Data extract.
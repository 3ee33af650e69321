import assert from "node:assert";
import { mkdtempSync, rmSync, writeFileSync } from "node:fs";
import { tmpdir } from "node:os";
import { join } from "node:path";
import * as vscode from "vscode";
import type { Api } from "../../../src/extension";
import type { PanelState } from "../../../src/protocol";

export const EXTENSION = "slantwise.slantwise";

export async function api(): Promise<Api> {
  const extension = vscode.extensions.getExtension<Api>(EXTENSION);
  assert.ok(extension, "the extension is installed");
  return extension.activate();
}

/** A folder of its own for each test, outside the workspace. */
export function scratch(): { readonly path: (name: string) => string; readonly remove: () => void } {
  const folder = mkdtempSync(join(tmpdir(), "slantwise-host-"));
  return { path: (name) => join(folder, name), remove: () => rmSync(folder, { recursive: true, force: true }) };
}

/** Two groups whose difference depends on `shift`, a covariate, and an id; the same bytes for the same arguments. */
export function heating(rows: number, shift: number): string {
  let state = 11;
  const next = () => (state = (state * 16807) % 2147483647) / 2147483647;
  const lines = ["flat_id,retrofit,floor_m2,kwh"];
  for (let i = 0; i < rows; i++) {
    const floor = 40 + 25 * (i % 2) + Math.round(next() * 300) / 10;
    const kwh = 900 + 45 * floor - shift * (i % 2) + 250 * next();
    lines.push(`F${i},${i % 2 ? "full" : "none"},${floor},${kwh.toFixed(1)}`);
  }
  return lines.join("\n") + "\n";
}

export function write(path: string, text: string): void {
  writeFileSync(path, text);
}

export async function open(path: string): Promise<void> {
  await vscode.commands.executeCommand("slantwise.open", vscode.Uri.file(path));
}

export async function stateOf(path: string): Promise<PanelState | undefined> {
  const target = vscode.Uri.file(path).toString();
  return (await api()).states().find((state) => state.target === target);
}

/** Waits until a panel's state is as asked, and gives it; says the last state where it never is. */
export async function until(path: string, holds: (state: PanelState) => boolean, timeout = 20_000): Promise<PanelState> {
  const end = Date.now() + timeout;
  for (;;) {
    const state = await stateOf(path);
    if (state && holds(state)) return state;
    if (Date.now() > end) {
      assert.fail(`never so: ${String(holds)}; last ${JSON.stringify({ ...state, presentation: state?.presentation?.summary })}`);
    }
    await wait(30);
  }
}

export const ready = (number: number) => (state: PanelState) =>
  state.status.kind === "ready" && !state.checking && state.reading?.number === number;

export function wait(ms: number): Promise<void> {
  return new Promise((done) => setTimeout(done, ms));
}

/** Every status a panel goes through until the returned function is called. */
export async function record(path: string): Promise<() => readonly string[]> {
  const { states } = await api();
  const target = vscode.Uri.file(path).toString();
  const seen = new Set<string>();
  const timer = setInterval(() => {
    const state = states().find((candidate) => candidate.target === target);
    if (state) seen.add(state.status.kind);
  }, 10);
  return () => {
    clearInterval(timer);
    return [...seen];
  };
}

export async function closeAll(): Promise<void> {
  await vscode.commands.executeCommand("workbench.action.closeAllEditors");
}
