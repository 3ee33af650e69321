import { readdirSync, readFileSync } from "node:fs";
import { join, relative } from "node:path";

export const root = new URL("../..", import.meta.url).pathname;

/** Files under folders of the tree, as paths from its root with forward slashes. */
export function filesIn(folders: readonly string[], ending: RegExp): string[] {
  const found: string[] = [];
  const walk = (folder: string) => {
    for (const entry of readdirSync(folder, { withFileTypes: true })) {
      const path = join(folder, entry.name);
      if (entry.isDirectory()) walk(path);
      else if (ending.test(entry.name)) found.push(relative(root, path).replaceAll("\\", "/"));
    }
  };
  for (const folder of folders) walk(join(root, folder));
  return found.sort();
}

export function textOf(file: string): string {
  return readFileSync(join(root, file), "utf8");
}
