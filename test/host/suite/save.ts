import assert from "node:assert";
import { mkdirSync, readFileSync } from "node:fs";
import { basename, dirname } from "node:path";
import * as vscode from "vscode";
import { saveFigure } from "../../../src/host/saveFigure";
import { scratch } from "./tools";

const SVG = '<svg xmlns="http://www.w3.org/2000/svg"><text>−212 kWh, 温度</text></svg>\n';
const PNG = Buffer.from([0x89, 0x50, 0x4e, 0x47, 0x0d, 0x0a, 0x1a, 0x0a, 0, 255, 7]);

export function saveSuite(): void {
  describe("a figure of the panel", () => {
    const ask = vscode.window.showSaveDialog;
    let place: ReturnType<typeof scratch>;
    let asked: vscode.SaveDialogOptions | undefined;
    /** The dialog of an editor under test cannot be answered by a person. */
    const answer = (uri: vscode.Uri | undefined) => {
      vscode.window.showSaveDialog = (options) => {
        asked = options;
        return Promise.resolve(uri);
      };
    };
    beforeEach(() => {
      place = scratch();
      asked = undefined;
    });
    afterEach(() => {
      vscode.window.showSaveDialog = ask;
      place.remove();
    });

    it("is written where a person says, letter for letter and byte for byte", async () => {
      const file = place.path("difference.svg");
      answer(vscode.Uri.file(file));
      const figure = { as: "svg", name: "Difference in kwh, new − old: a/b", data: SVG } as const;
      assert.deepEqual(await saveFigure(figure, place.path("")), { ok: true, text: "Saved as difference.svg." });
      assert.equal(readFileSync(file, "utf8"), SVG);
      assert.equal(basename(asked!.defaultUri!.path), "Difference in kwh, new − old a b.svg");
      assert.equal(dirname(asked!.defaultUri!.path), vscode.Uri.file(place.path("")).path.replace(/\/$/, ""));
      assert.deepEqual(asked!.filters, { SVG: ["svg"] });
      const picture = place.path("difference.png");
      answer(vscode.Uri.file(picture));
      const sent = await saveFigure({ as: "png", name: "kwh", data: PNG.toString("base64") }, place.path(""));
      assert.equal(sent.ok, true);
      assert.deepEqual(readFileSync(picture), PNG);
    });

    it("is not written where the dialog is left, nor where it cannot be, which is said", async () => {
      answer(undefined);
      const figure = { as: "svg", name: "kwh", data: SVG } as const;
      assert.deepEqual(await saveFigure(figure, place.path("")), { ok: true, text: "" });
      const folder = place.path("folder.svg");
      mkdirSync(folder);
      answer(vscode.Uri.file(folder));
      assert.deepEqual(await saveFigure(figure, place.path("")), { ok: false, text: "folder.svg could not be written." });
    });
  });
}
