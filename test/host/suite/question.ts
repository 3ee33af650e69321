import assert from "node:assert";
import { readFileSync } from "node:fs";
import * as vscode from "vscode";
import { api, closeAll, heating, open, ready, scratch, stateOf, until, write } from "./tools";

export function questionSuite(): void {
  describe("what a panel is about", () => {
    let place: ReturnType<typeof scratch>;
    beforeEach(() => {
      place = scratch();
    });
    afterEach(async () => {
      await closeAll();
      place.remove();
    });

    it("a bare CSV is compared at once under a guessed question", async () => {
      const file = place.path("flats.csv");
      write(file, heating(120, 300));
      await open(file);
      const state = await until(file, ready(1));
      assert.equal(state.question?.guessed, true);
      assert.equal(state.question?.plan.exposure.column, "retrofit");
      assert.equal(state.question?.plan.outcome.column, "kwh");
      assert.ok(state.presentation!.blocks[0].rows.length >= 2);
    });

    it("a CSV with a plan beside it opens the plan, once", async () => {
      const file = place.path("flats.csv");
      const plan = place.path("flats.slantwise.json");
      write(file, heating(120, 300));
      write(
        plan,
        JSON.stringify({ data: "flats.csv", outcome: { column: "kwh" }, exposure: { column: "retrofit", reference: "full" } }),
      );
      await open(file);
      const state = await until(plan, ready(1));
      assert.equal(state.question?.reference, "full");
      await open(plan);
      assert.equal((await api()).states().length, 1);
    });

    it("a changed plan is taken up, a broken one is named with its line, and mending it clears that", async () => {
      const file = place.path("flats.csv");
      const plan = place.path("flats.slantwise.json");
      const text = (reference: string) =>
        `{ "data": "flats.csv",\n  "outcome": { "column": "kwh" },\n  "exposure": { "column": "retrofit", "reference": "${reference}" } }\n`;
      write(file, heating(120, 300));
      write(plan, text("full"));
      await open(plan);
      await until(plan, ready(1));
      write(plan, text("none"));
      await until(plan, (state) => state.status.kind === "ready" && state.question?.reference === "none");
      write(plan, text("none").replace("kwh", "kwhh"));
      const broken = await until(plan, (state) => state.status.kind === "unusable");
      assert.ok(broken.status.kind === "unusable" && broken.status.inPlan);
      assert.equal(broken.status.line, 2);
      assert.match(broken.status.text, /kwhh/);
      assert.ok(broken.presentation, "the last result stays");
      write(plan, text("full"));
      await until(plan, (state) => state.status.kind === "ready" && state.question?.reference === "full");
    });

    it("a plan that points out of its folder is refused", async () => {
      const plan = place.path("far.slantwise.json");
      write(plan, JSON.stringify({ data: "../../etc/secret.csv", outcome: { column: "a" }, exposure: { column: "b" } }));
      await open(plan);
      const state = await until(plan, ({ status }) => status.kind === "unusable");
      assert.ok(state.status.kind === "unusable" && state.status.inPlan);
      assert.equal(state.presentation, null);
    });

    it("Copy as Markdown and as Table put the shown comparison on the clipboard", async () => {
      const file = place.path("flats.csv");
      write(file, heating(120, 300));
      await open(file);
      await until(file, ready(1));
      await vscode.commands.executeCommand("slantwise.copyMarkdown");
      const markdown = await vscode.env.clipboard.readText();
      assert.match(markdown, /flats\.csv/);
      assert.match(markdown, /\|/);
      await vscode.commands.executeCommand("slantwise.copyTable");
      const table = await vscode.env.clipboard.readText();
      const rows = (await stateOf(file))!.presentation!.blocks[0].rows.length;
      assert.ok(table.split("\n").filter((line) => line.includes("\t")).length >= rows + 1);
    });

    it("nothing is written beside the data", async () => {
      const file = place.path("flats.csv");
      const text = heating(60, 300);
      write(file, text);
      await open(file);
      await until(file, ready(1));
      assert.equal(readFileSync(file, "utf8"), text);
      const entries = await vscode.workspace.fs.readDirectory(vscode.Uri.file(place.path("")));
      assert.deepEqual(
        entries.map(([name]) => name),
        ["flats.csv"],
      );
    });

    it("closing the panel ends its watching", async () => {
      const file = place.path("flats.csv");
      write(file, heating(60, 300));
      await open(file);
      await until(file, ready(1));
      await closeAll();
      assert.equal(await stateOf(file), undefined);
    });
  });
}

Description of the task. Copy each line above that contains the word "describe".

Reply.
  describe("a figure of the panel", () => {
  describe("what a panel is about", () => {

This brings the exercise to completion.